По вечерам, когда спускались сумерки, и по утрам, проснувшись, я смотрел в окно и думал о маме. Мама приходила часто, но ненадолго. Я плохо понимал разговоры взрослых, каким-то размытым фоном во время коротких свиданий служили мамины слова о том, что следствие заканчивается и скоро будет передано в суд, что очень важным свидетелем защиты будет некая доброжелательная старуха Сапегина, которая должна подтвердить мамино происхождение из русской семьи и чуть ли не свое присутствие на маминых крестинах. Казалось бы, слова скользили по краю сознания, а застряли в памяти на семьдесят лет.
Между тем весна уже вовсю хозяйничала в городе, дни стояли майские, теплые, деревья покрылись нежной зеленой листвой, небо очистилось от зимних туч и поголубело.

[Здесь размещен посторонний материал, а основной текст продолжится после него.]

/**
 * The surface of a thermal case: a set of cells, each with an area weight (its share of the
 * modelled area; the weights sum to 1) and a forcing (absorbed stellar flux per unit cell area as
 * an explicit function of the eccentric anomaly E), plus what the spin makes of the forcing: the
 * cycle after which it repeats, the solar day, and whether it has corners (sunrise, sunset).
 * Regimes build their surface in `regimes.ts`; this module only says what a surface is.
 */
import { CalorbitError } from "../errors.js";
import type { Forcing } from "../physics/forcing.js";

export interface SurfaceCell {
  /** Short name used in outputs: "surface", "day", "night", later "band_+30deg", ... */
  name: string;
  /** Share of the modelled area, 0 < w ≤ 1; the weights of a surface sum to 1. */
  areaWeight: number;
  forcing: Forcing;
}

export interface Surface {
  cells: readonly SurfaceCell[];
  /** Orbits in one forcing cycle (q for a p:q spin–orbit resonance). */
  cycleOrbits: number;
  /** False when the spin is not commensurate with the orbit: no exact cycle exists. */
  commensurate: boolean;
  /** Mean solar day, s; null when synchronous; undefined for surfaces without a spin. */
  solarDaySeconds?: number | null;
  /** True when the forcing has corners (sunrise, sunset, polar night). */
  forcingHasCorners: boolean;
  /**
   * How the periodic solve meets the corners: "scan", find each sunrise and sunset (a scan, then
   * bisection) and end steps on them; "smooth", there are none inside the cycle after all (a band
   * that never sees polar day or night); absent, corners fall inside steps and the fine tolerance
   * they need is kept.
   */
  cornerSearch?: "scan" | "smooth";
}

/** A surface of one cell covering the whole modelled area. */
export function singleCell(forcing: Forcing, spin: Omit<Surface, "cells"> = { cycleOrbits: 1, commensurate: true, forcingHasCorners: false }): Surface {
  return { ...spin, cells: [{ name: "surface", areaWeight: 1, forcing }] };
}

/** Checks that the area weights are positive and sum to 1 (a regime's own bug otherwise). */
export function checkSurfaceCells(surface: Surface): void {
  let sum = 0;
  for (const cell of surface.cells) {
    if (!(cell.areaWeight > 0 && cell.areaWeight <= 1)) {
      throw new CalorbitError("INVALID_ARGUMENT", "a surface cell has an area weight outside (0, 1]", [
        { path: `surface.${cell.name}`, given: String(cell.areaWeight), allowed: "0 < w ≤ 1" },
      ]);
    }
    sum += cell.areaWeight;
  }
  if (surface.cells.length === 0 || Math.abs(sum - 1) > 1e-12) {
    throw new CalorbitError("INVALID_ARGUMENT", "the surface cells' area weights do not sum to 1", [
      { path: "surface", given: String(sum), allowed: "Σ w = 1" },
    ]);
  }
}

/** Area-weighted cycle-mean absorbed stellar flux of the whole surface, W m⁻². */
export function meanAbsorbedOf(surface: Surface): number {
  let sum = 0;
  for (const cell of surface.cells) sum += cell.areaWeight * cell.forcing.meanAbsorbedWPerM2;
  return sum;
}
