/**
 * Sweep rows as Apache Parquet (written with hyparquet-writer, read back with hyparquet), resumable by
 * row groups. After each row group the file's footer is written anew, so the file on disk is a valid
 * Parquet file after every commit; the previous footer stays behind as dead bytes between row groups
 * (readers find everything through the last footer's offsets). A crash mid-commit leaves a torn tail:
 * resuming looks back from the end for the last footer that parses and carries this sweep's definition,
 * cuts the file there and carries on. The definition, version and shard are in the key–value metadata.
 */
import { closeSync, existsSync, fstatSync, ftruncateSync, openSync, readSync, renameSync, rmSync, writeSync } from "node:fs";
import { brotliCompressSync, brotliDecompressSync, constants as zlibConstants } from "node:zlib";
import { asyncBufferFromFile, parquetMetadata, parquetMetadataAsync, parquetReadObjects, type AsyncBuffer, type FileMetaData } from "hyparquet";
import { ByteWriter, ParquetWriter, schemaFromColumnData } from "hyparquet-writer";
import { CalorbitError } from "../errors.js";
import { columnTypes, fingerprint, statusIndex, type Cell, type ColumnType } from "../sweep/runCase.js";
import { VERSION } from "../version.js";
import type { SweepRun, SweepSink } from "./sweep.js";

/** Key–value metadata keys. */
export const PARQUET_KEYS = { version: "calorbit.version", definition: "calorbit.definition", shard: "calorbit.shard" } as const;
/** Rows per row group (a commit), unless ROW_GROUP_SECONDS pass first (slow cases). */
const ROW_GROUP_ROWS = 16_384;
const ROW_GROUP_SECONDS = 60;
const MAGIC = 0x31524150; // "PAR1", little-endian
/** Brotli at a low quality: about gzip's ratio on these columns at a fraction of its time; pandas (pyarrow) reads it. */
const CODEC = "BROTLI" as const;
const compressors = { BROTLI: (input: Uint8Array) => new Uint8Array(brotliCompressSync(input, { params: { [zlibConstants.BROTLI_PARAM_QUALITY]: 4 } })) };
/** Decompressors for hyparquet (it reads Snappy by itself). */
export const parquetDecompressors = {
  BROTLI: (input: Uint8Array, outputLength: number) => {
    const out = new Uint8Array(brotliDecompressSync(input));
    if (out.length !== outputLength) throw new Error(`brotli: expected ${outputLength} bytes, got ${out.length}`);
    return out;
  },
};

/** hyparquet-writer's buffered writer, flushed into an open file from a given byte offset. */
function fileWriter(fd: number, startOffset: number): ByteWriter & { flush: () => void } {
  const writer = new ByteWriter(1 << 20) as ByteWriter & { flush: () => void };
  writer.offset = startOffset;
  let position = startOffset;
  const flush = (): void => {
    if (writer.index === 0) return;
    writeSync(fd, new Uint8Array(writer.buffer, 0, writer.index), 0, writer.index, position);
    position += writer.index;
    writer.index = 0;
  };
  const grow = writer.ensure.bind(writer);
  writer.ensure = (size: number) => {
    if (writer.index > 1 << 20) flush();
    grow(size);
  };
  writer.flush = flush;
  writer.finish = flush;
  return writer;
}
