/**
 * The heat store under each surface cell: what holds the heat between the absorbed sunlight and
 * the emitted infrared. A tagged union, so every place that treats the two differently is a
 * `switch (store.kind)` the compiler checks:
 * - a slab: one temperature per cell and an areal heat capacity C (J m⁻² K⁻¹);
 * - a conduction column: layers under the surface, solved by `src/solve/columnSolver.ts`.
 */
import { CalorbitError } from "../errors.js";
import type { ColumnProperties, GridControls } from "../physics/column.js";

export interface ColumnSpec {
  properties: ColumnProperties;
  grid: GridControls;
  /** Depths at which to report temperature series, m. */
  outputDepthsM: readonly number[];
  /** Heat flux into the bottom, W m⁻². */
  interiorFluxWPerM2: number;
}

export interface SlabStore {
  kind: "slab";
  /** Areal heat capacity C, J m⁻² K⁻¹ (> 0). */
  heatCapacityJPerM2K: number;
}

export interface ColumnStore {
  kind: "column";
  column: ColumnSpec;
}

export type HeatStore = SlabStore | ColumnStore;
export const HEAT_STORE_KINDS = ["slab", "column"] as const satisfies readonly HeatStore["kind"][];
export type HeatStoreKind = (typeof HEAT_STORE_KINDS)[number];

/** The fields of a thermal case that name its heat store (see `ThermalCase`). */
export interface HeatStoreFields {
  heatStore?: HeatStore;
  surface: { heatCapacityJPerM2K?: number };
  column?: ColumnSpec;
}

/**
 * The heat store of a case: `heatStore` when given, else the shorthand fields (`column`, or the
 * slab's `surface.heatCapacityJPerM2K`). The only place that reads those shorthands.
 */
export function heatStoreOf(thermal: HeatStoreFields): HeatStore {
  if (thermal.heatStore) return thermal.heatStore;
  if (thermal.column) return { kind: "column", column: thermal.column };
  const c = thermal.surface.heatCapacityJPerM2K;
  if (c === undefined) {
    throw new CalorbitError("INVALID_ARGUMENT", "the body has no heat store", [
      { path: "body.heatCapacity", given: "missing", allowed: "an areal heat capacity (body.heatCapacity or body.layer), or body.column" },
    ]);
  }
  return { kind: "slab", heatCapacityJPerM2K: c };
}

/** The areal heat capacity of a slab case, J m⁻² K⁻¹; a CalorbitError for a column case. */
export function slabHeatCapacity(thermal: HeatStoreFields): number {
  const store = heatStoreOf(thermal);
  if (store.kind === "slab") return store.heatCapacityJPerM2K;
  throw new CalorbitError("INVALID_ARGUMENT", "this case has a conduction column, not a slab", [
    { path: "body.column", given: "a conduction column", allowed: "a slab (body.heatCapacity or body.layer) here" },
  ]);
}
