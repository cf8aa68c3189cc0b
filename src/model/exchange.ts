/**
 * Lateral heat exchange between the cells of a surface. A tagged union like the heat store:
 * - none: every cell on its own (one cell, or independent points);
 * - dayNight: the two-hemisphere exchange of `src/physics/dayNight.ts` (a recirculation
 *   efficiency, or an exchange coefficient k (T_day − T_night));
 * - conductance: links between pairs of cells carrying G (T_b − T_a) (`src/physics/conductance.ts`):
 *   discretised diffusion between bands or grid cells, any number of cells;
 * later kinds (diffusion between latitude bands, advection along longitude) add a member here,
 * their operator in their own physics module, and a case in `exchangeOperator` below.
 *
 * A new kind supplies, for each cell i, the exchange flux X_i (W m⁻² of that cell's area) in the
 * cell's balance C dT_i/dt = F_i + q − εσT_i⁴ + X_i and its Jacobian (sparse: name the coupled
 * cells), and must conserve energy: Σ w_i X_i = 0 over the area weights w_i (the day/night `flux`
 * weighting is the one documented exception: its dayside is a brightness, not a budget, and
 * `exchangeIsBudget` says so). The compiler flags every `switch (exchange.kind)` to extend.
 */
import type { ConductanceLink } from "../physics/conductance.js";
import type { DaysideWeighting } from "../physics/dayNight.js";

export interface NoExchange {
  kind: "none";
}

export interface DayNightExchange {
  kind: "dayNight";
  /** Recirculation efficiency ε_r ∈ [0, 1] (0 when an exchange coefficient is used). */
  recirculation: number;
  /** Exchange coefficient k ≥ 0, W m⁻² K⁻¹ (0 when a recirculation efficiency is used). */
  coefficientWPerM2K: number;
  weighting: DaysideWeighting;
}

export interface ConductanceExchangeSpec {
  kind: "conductance";
  /** Linked cell pairs, each with its conductance per unit of the whole surface's area. */
  links: readonly ConductanceLink[];
}

export type Exchange = NoExchange | DayNightExchange | ConductanceExchangeSpec;
export type ExchangeKind = Exchange["kind"];

/** True when the exchange can carry heat into a cell the star never lights (the night side). */
export function exchangeCarriesHeat(exchange: Exchange): boolean {
  switch (exchange.kind) {
    case "none":
      return false;
    case "dayNight":
      return exchange.recirculation > 0 || exchange.coefficientWPerM2K > 0;
    case "conductance":
      return exchange.links.some((link) => link.conductanceWPerM2K > 0);
  }
}

/** True when the cells' area-weighted absorbed flux is the body's energy input (see the header). */
export function exchangeIsBudget(exchange: Exchange): boolean {
  switch (exchange.kind) {
    case "none":
      return true;
    case "dayNight":
      return exchange.weighting === "uniform";
    case "conductance":
      return true;
  }
}

/**
 * What a new exchange kind supplies to the slab-cells system (`slabCells.ts`): its flux into each
 * cell and its Jacobian. Allocation-free: both run inside the ODE right-hand side.
 */
export interface ExchangeOperator {
  /** Adds X_i (W m⁻² of cell i) to out[i] for every cell, at eccentric anomaly E and temperatures T. */
  addFlux(E: number, temperatureK: ArrayLike<number>, out: Float64Array): void;
  /** Adds ∂X_i/∂T_j to jacobian[i·n + j] (row-major, n cells). */
  addJacobian(E: number, temperatureK: ArrayLike<number>, jacobian: Float64Array): void;
  /**
   * Optional: adds (∂X/∂T) v to out, without forming the n × n Jacobian. A matrix-free periodic
   * solve of many cells uses it (cost of a pass over the sparse couplings instead of n²).
   */
  addJacobianProduct?(E: number, temperatureK: ArrayLike<number>, v: ArrayLike<number>, out: Float64Array): void;
}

Однажды мама пришла днем, когда я играл в футбол с ребятами во дворе. Она поднялась в квартиру, потом вышла и остановилась в дверях подъезда.
– Мишенька, – позвала мама.
– Мама, потом, – закричал я на бегу, – мы же играем!
Мама стояла и смотрела. В азарте игры я искоса посматривал на нее, стараясь показаться молодцом. Мама улыбалась доброй, немного грустной улыбкой. Потом она помахала мне рукой и медленно, не оглядываясь, пошла в подворотню. Такой я и запомнил ее навсегда: стройная красивая женщина с грустным лицом в темной прямоугольной рамке дверного проема в подъезде, выходящем в мрачноватую длинную подворотню.
На следующий день, когда семья собиралась к обеду, примчалась Мария Михайловна. Входя в столовую, я услышал конец ее рассказа – фразу на дурном французском языке:
– Адвокат сказал: «O madame, tresmal, tresmal, madame Baranoffsky mort».